**TASK ITEM**
Pull each line holding "calendar" out of the entries below.

[Stored data]

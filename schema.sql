-- blotter: the whole store. This file is the only definition of the database.
--
-- It is read in numbered sections. A new book runs every section in order; an older book runs
-- the sections above its PRAGMA user_version, each in its own transaction together with the new
-- user_version (blotter/store/db.py). A section, once released, is never edited: a change to the
-- schema is a new section.
--
-- Conventions:
--   * every table is STRICT; foreign keys are enforced (the store turns them on per connection);
--   * instants are UTC ISO-8601 text, exactly 'YYYY-MM-DDTHH:MM:SS.ffffffZ' (so text order is
--     time order); dates are 'YYYY-MM-DD'; exchange cut-off times are local 'HH:MM';
--   * history is append-only: triggers refuse UPDATE and DELETE of trades, cancels, mark sets,
--     marks, contracts and underlyings. A cancel is its own row; an amend is a cancel plus a new
--     trade naming the one it replaces; a corrected close is a new close set naming the old one;
--   * marks are stored as the points that were marked (no interpolated values): the market layer
--     interpolates.

-- @version 1 ------------------------------------------------------------------------------------

CREATE TABLE underlying (
    underlying_id INTEGER PRIMARY KEY,
    symbol        TEXT    NOT NULL UNIQUE CHECK (length(symbol) BETWEEN 1 AND 64),
    description   TEXT    NOT NULL DEFAULT '',
    kind          TEXT    NOT NULL CHECK (kind IN ('stock', 'index', 'future', 'fx')),
    currency      TEXT    NOT NULL CHECK (length(currency) = 3 AND upper(currency) = currency),
    multiplier    REAL    NOT NULL CHECK (multiplier > 0),             -- default units per contract
    american      INTEGER NOT NULL CHECK (american IN (0, 1)),         -- default exercise style
    cash_settled  INTEGER NOT NULL CHECK (cash_settled IN (0, 1)),     -- default settlement
    div_yield     REAL    NOT NULL DEFAULT 0 CHECK (div_yield BETWEEN -1 AND 1),  -- decimal, cont.
    beta          REAL    NOT NULL DEFAULT 1 CHECK (beta BETWEEN -20 AND 20),     -- to reference
    is_reference  INTEGER NOT NULL DEFAULT 0 CHECK (is_reference IN (0, 1)),      -- the book's index
    calendar      TEXT    NOT NULL DEFAULT 'NYSE' CHECK (length(calendar) > 0),   -- holiday calendar
    time_zone     TEXT    NOT NULL DEFAULT 'America/New_York' CHECK (length(time_zone) > 0),
    cutoff_time   TEXT    NOT NULL DEFAULT '16:00'
                  CHECK (length(cutoff_time) = 5 AND time(cutoff_time || ':00', '+0 days') IS cutoff_time || ':00')
) STRICT;

CREATE UNIQUE INDEX underlying_one_reference ON underlying (is_reference) WHERE is_reference = 1;

-- A contract is a call or put ('C', 'P') or the underlying itself ('U', for stock or futures
-- hedges, which have no strike and no expiry).
CREATE TABLE contract (
    contract_id   INTEGER PRIMARY KEY,
    underlying_id INTEGER NOT NULL REFERENCES underlying (underlying_id),
    option_type   TEXT    NOT NULL CHECK (option_type IN ('C', 'P', 'U')),
    strike        REAL    CHECK (strike > 0),
    expiry        TEXT    CHECK (date(expiry, '+0 days') IS expiry),
    cutoff_time   TEXT    CHECK (length(cutoff_time) = 5 AND time(cutoff_time || ':00', '+0 days') IS cutoff_time || ':00'),
    american      INTEGER NOT NULL CHECK (american IN (0, 1)),
    multiplier    REAL    NOT NULL CHECK (multiplier > 0),
    cash_settled  INTEGER NOT NULL CHECK (cash_settled IN (0, 1)),
    CHECK ((option_type = 'U' AND strike IS NULL AND expiry IS NULL AND cutoff_time IS NULL)
        OR (option_type IN ('C', 'P') AND strike IS NOT NULL AND expiry IS NOT NULL
            AND cutoff_time IS NOT NULL))
) STRICT;

CREATE UNIQUE INDEX contract_terms ON contract (
    underlying_id, option_type, coalesce(expiry, ''), coalesce(strike, 0), american, multiplier,
    cash_settled);

CREATE TABLE book (
    book_id     INTEGER PRIMARY KEY,
    name        TEXT    NOT NULL UNIQUE CHECK (length(name) BETWEEN 1 AND 64),
    description TEXT    NOT NULL DEFAULT ''
) STRICT;

-- price: per unit of underlying, as quoted (an option's premium per share); the trade's cash is
-- quantity x multiplier x price. trade_time: when it was dealt; booked_at: when it was entered.
-- source: 'typed', 'exercise', 'demo', or 'file:<name>' for an import.
CREATE TABLE trade (
    trade_id    INTEGER PRIMARY KEY,
    book_id     INTEGER NOT NULL REFERENCES book (book_id),
    contract_id INTEGER NOT NULL REFERENCES contract (contract_id),
    quantity    INTEGER NOT NULL CHECK (quantity <> 0),
    price       REAL    NOT NULL CHECK (price >= 0 AND price < 1e12),
    trade_time  TEXT    NOT NULL CHECK (
        trade_time GLOB '[0-9][0-9][0-9][0-9]-[0-9][0-9]-[0-9][0-9]T[0-9][0-9]:[0-9][0-9]:[0-9][0-9].[0-9][0-9][0-9][0-9][0-9][0-9]Z'
        AND datetime(substr(trade_time, 1, 19), '+0 days') IS replace(substr(trade_time, 1, 19), 'T', ' ')),
    booked_at   TEXT    NOT NULL CHECK (
        booked_at GLOB '[0-9][0-9][0-9][0-9]-[0-9][0-9]-[0-9][0-9]T[0-9][0-9]:[0-9][0-9]:[0-9][0-9].[0-9][0-9][0-9][0-9][0-9][0-9]Z'
        AND datetime(substr(booked_at, 1, 19), '+0 days') IS replace(substr(booked_at, 1, 19), 'T', ' ')),
    who         TEXT    NOT NULL CHECK (length(who) > 0),
    source      TEXT    NOT NULL CHECK (source IN ('typed', 'exercise', 'demo') OR source GLOB 'file:?*'),
    note        TEXT    NOT NULL DEFAULT '',
    replaces    INTEGER REFERENCES trade (trade_id),
    CHECK (trade_time <= booked_at),
    CHECK (replaces IS NULL OR replaces < trade_id)
) STRICT;

CREATE INDEX trade_contract ON trade (contract_id);
CREATE INDEX trade_booked ON trade (booked_at);
CREATE UNIQUE INDEX trade_replaced_once ON trade (replaces) WHERE replaces IS NOT NULL;

CREATE TABLE trade_cancel (
    cancel_id    INTEGER PRIMARY KEY,
    trade_id     INTEGER NOT NULL UNIQUE REFERENCES trade (trade_id),
    reason       TEXT    NOT NULL CHECK (length(trim(reason)) > 0),
    cancelled_at TEXT    NOT NULL CHECK (
        cancelled_at GLOB '[0-9][0-9][0-9][0-9]-[0-9][0-9]-[0-9][0-9]T[0-9][0-9]:[0-9][0-9]:[0-9][0-9].[0-9][0-9][0-9][0-9][0-9][0-9]Z'
        AND datetime(substr(cancelled_at, 1, 19), '+0 days') IS replace(substr(cancelled_at, 1, 19), 'T', ' ')),
    who          TEXT    NOT NULL CHECK (length(who) > 0)
) STRICT;

-- A mark set is written whole in one transaction: mark_count is the number of its marks, and a
-- trigger refuses a mark beyond it, so a committed set can never gain or lose a point.
CREATE TABLE mark_set (
    mark_set_id INTEGER PRIMARY KEY,
    kind        TEXT    NOT NULL CHECK (kind IN ('close', 'intraday')),
    marked_at   TEXT    NOT NULL CHECK (
        marked_at GLOB '[0-9][0-9][0-9][0-9]-[0-9][0-9]-[0-9][0-9]T[0-9][0-9]:[0-9][0-9]:[0-9][0-9].[0-9][0-9][0-9][0-9][0-9][0-9]Z'
        AND datetime(substr(marked_at, 1, 19), '+0 days') IS replace(substr(marked_at, 1, 19), 'T', ' ')),
    who         TEXT    NOT NULL CHECK (length(who) > 0),
    note        TEXT    NOT NULL DEFAULT '',
    source      TEXT    NOT NULL CHECK (source IN ('typed', 'close', 'demo') OR source GLOB 'file:?*'),
    corrects    INTEGER REFERENCES mark_set (mark_set_id),
    mark_count  INTEGER NOT NULL CHECK (mark_count >= 1),
    CHECK (corrects IS NULL OR (kind = 'close' AND corrects < mark_set_id))
) STRICT;

CREATE UNIQUE INDEX mark_set_corrected_once ON mark_set (corrects) WHERE corrects IS NOT NULL;

-- One marked point. kind 'spot': underlying price; 'vol': implied vol (decimal) of an underlying
-- at an expiry and a strike (NULL strike = the ATM vol of that expiry); 'rate': continuously
-- compounded zero rate (decimal) of a currency at a tenor in calendar days; 'div_yield':
-- dividend yield or foreign rate (decimal) overriding the underlying's default.
CREATE TABLE mark (
    mark_id       INTEGER PRIMARY KEY,
    mark_set_id   INTEGER NOT NULL REFERENCES mark_set (mark_set_id),
    seq           INTEGER NOT NULL CHECK (seq >= 1),
    kind          TEXT    NOT NULL CHECK (kind IN ('spot', 'vol', 'rate', 'div_yield')),
    underlying_id INTEGER REFERENCES underlying (underlying_id),
    currency      TEXT,
    expiry        TEXT    CHECK (date(expiry, '+0 days') IS expiry),
    strike        REAL    CHECK (strike > 0),
    tenor_days    INTEGER CHECK (tenor_days BETWEEN 1 AND 36500),
    value         REAL    NOT NULL,
    CHECK (
        (kind = 'spot' AND underlying_id IS NOT NULL AND currency IS NULL AND expiry IS NULL
            AND strike IS NULL AND tenor_days IS NULL AND value > 0 AND value < 1e12)
        OR (kind = 'vol' AND underlying_id IS NOT NULL AND currency IS NULL AND expiry IS NOT NULL
            AND tenor_days IS NULL AND value > 0 AND value <= 10)
        OR (kind = 'rate' AND underlying_id IS NULL AND length(currency) = 3
            AND upper(currency) = currency AND expiry IS NULL AND strike IS NULL
            AND tenor_days IS NOT NULL AND value BETWEEN -1 AND 1)
        OR (kind = 'div_yield' AND underlying_id IS NOT NULL AND currency IS NULL
            AND expiry IS NULL AND strike IS NULL AND tenor_days IS NULL AND value BETWEEN -1 AND 1))
) STRICT;

CREATE UNIQUE INDEX mark_seq ON mark (mark_set_id, seq);
CREATE UNIQUE INDEX mark_point ON mark (
    mark_set_id, kind, coalesce(underlying_id, 0), coalesce(currency, ''), coalesce(expiry, ''),
    coalesce(strike, 0), coalesce(tenor_days, 0));

-- Free notes about the desk or the file (the demo book says here that it is invented).
CREATE TABLE desk_note (
    note_id    INTEGER PRIMARY KEY,
    written_at TEXT    NOT NULL CHECK (
        written_at GLOB '[0-9][0-9][0-9][0-9]-[0-9][0-9]-[0-9][0-9]T[0-9][0-9]:[0-9][0-9]:[0-9][0-9].[0-9][0-9][0-9][0-9][0-9][0-9]Z'
        AND datetime(substr(written_at, 1, 19), '+0 days') IS replace(substr(written_at, 1, 19), 'T', ' ')),
    who        TEXT    NOT NULL CHECK (length(who) > 0),
    text       TEXT    NOT NULL CHECK (length(text) > 0)
) STRICT;

-- Append-only history.
CREATE TRIGGER underlying_no_update BEFORE UPDATE ON underlying
BEGIN SELECT RAISE(ABORT, 'underlyings are never changed once written'); END;
CREATE TRIGGER underlying_no_delete BEFORE DELETE ON underlying
BEGIN SELECT RAISE(ABORT, 'underlyings are never deleted'); END;
CREATE TRIGGER contract_no_update BEFORE UPDATE ON contract
BEGIN SELECT RAISE(ABORT, 'contracts are never changed once written'); END;
CREATE TRIGGER contract_no_delete BEFORE DELETE ON contract
BEGIN SELECT RAISE(ABORT, 'contracts are never deleted'); END;
CREATE TRIGGER book_no_delete BEFORE DELETE ON book
BEGIN SELECT RAISE(ABORT, 'books are never deleted'); END;
CREATE TRIGGER book_no_rename BEFORE UPDATE OF name ON book
BEGIN SELECT RAISE(ABORT, 'books are never renamed'); END;
CREATE TRIGGER trade_no_update BEFORE UPDATE ON trade
BEGIN SELECT RAISE(ABORT, 'trades are never changed: cancel or amend instead'); END;
CREATE TRIGGER trade_no_delete BEFORE DELETE ON trade
BEGIN SELECT RAISE(ABORT, 'trades are never deleted: cancel instead'); END;
CREATE TRIGGER trade_cancel_no_update BEFORE UPDATE ON trade_cancel
BEGIN SELECT RAISE(ABORT, 'cancels are never changed'); END;
CREATE TRIGGER trade_cancel_no_delete BEFORE DELETE ON trade_cancel
BEGIN SELECT RAISE(ABORT, 'cancels are never deleted'); END;
CREATE TRIGGER mark_set_no_update BEFORE UPDATE ON mark_set
BEGIN SELECT RAISE(ABORT, 'mark sets are never changed: commit a correcting set'); END;
CREATE TRIGGER mark_set_no_delete BEFORE DELETE ON mark_set
BEGIN SELECT RAISE(ABORT, 'mark sets are never deleted'); END;
CREATE TRIGGER mark_no_update BEFORE UPDATE ON mark
BEGIN SELECT RAISE(ABORT, 'marks are never changed: log a new mark'); END;
CREATE TRIGGER mark_no_delete BEFORE DELETE ON mark
BEGIN SELECT RAISE(ABORT, 'marks are never deleted'); END;
CREATE TRIGGER desk_note_no_update BEFORE UPDATE ON desk_note
BEGIN SELECT RAISE(ABORT, 'notes are never changed'); END;
CREATE TRIGGER desk_note_no_delete BEFORE DELETE ON desk_note
BEGIN SELECT RAISE(ABORT, 'notes are never deleted'); END;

**YOUR SOLUTION**
    calendar      TEXT    NOT NULL DEFAULT 'NYSE' CHECK (length(calendar) > 0),   -- holiday calendar
-- compounded zero rate (decimal) of a currency at a tenor in calendar days; 'div_yield':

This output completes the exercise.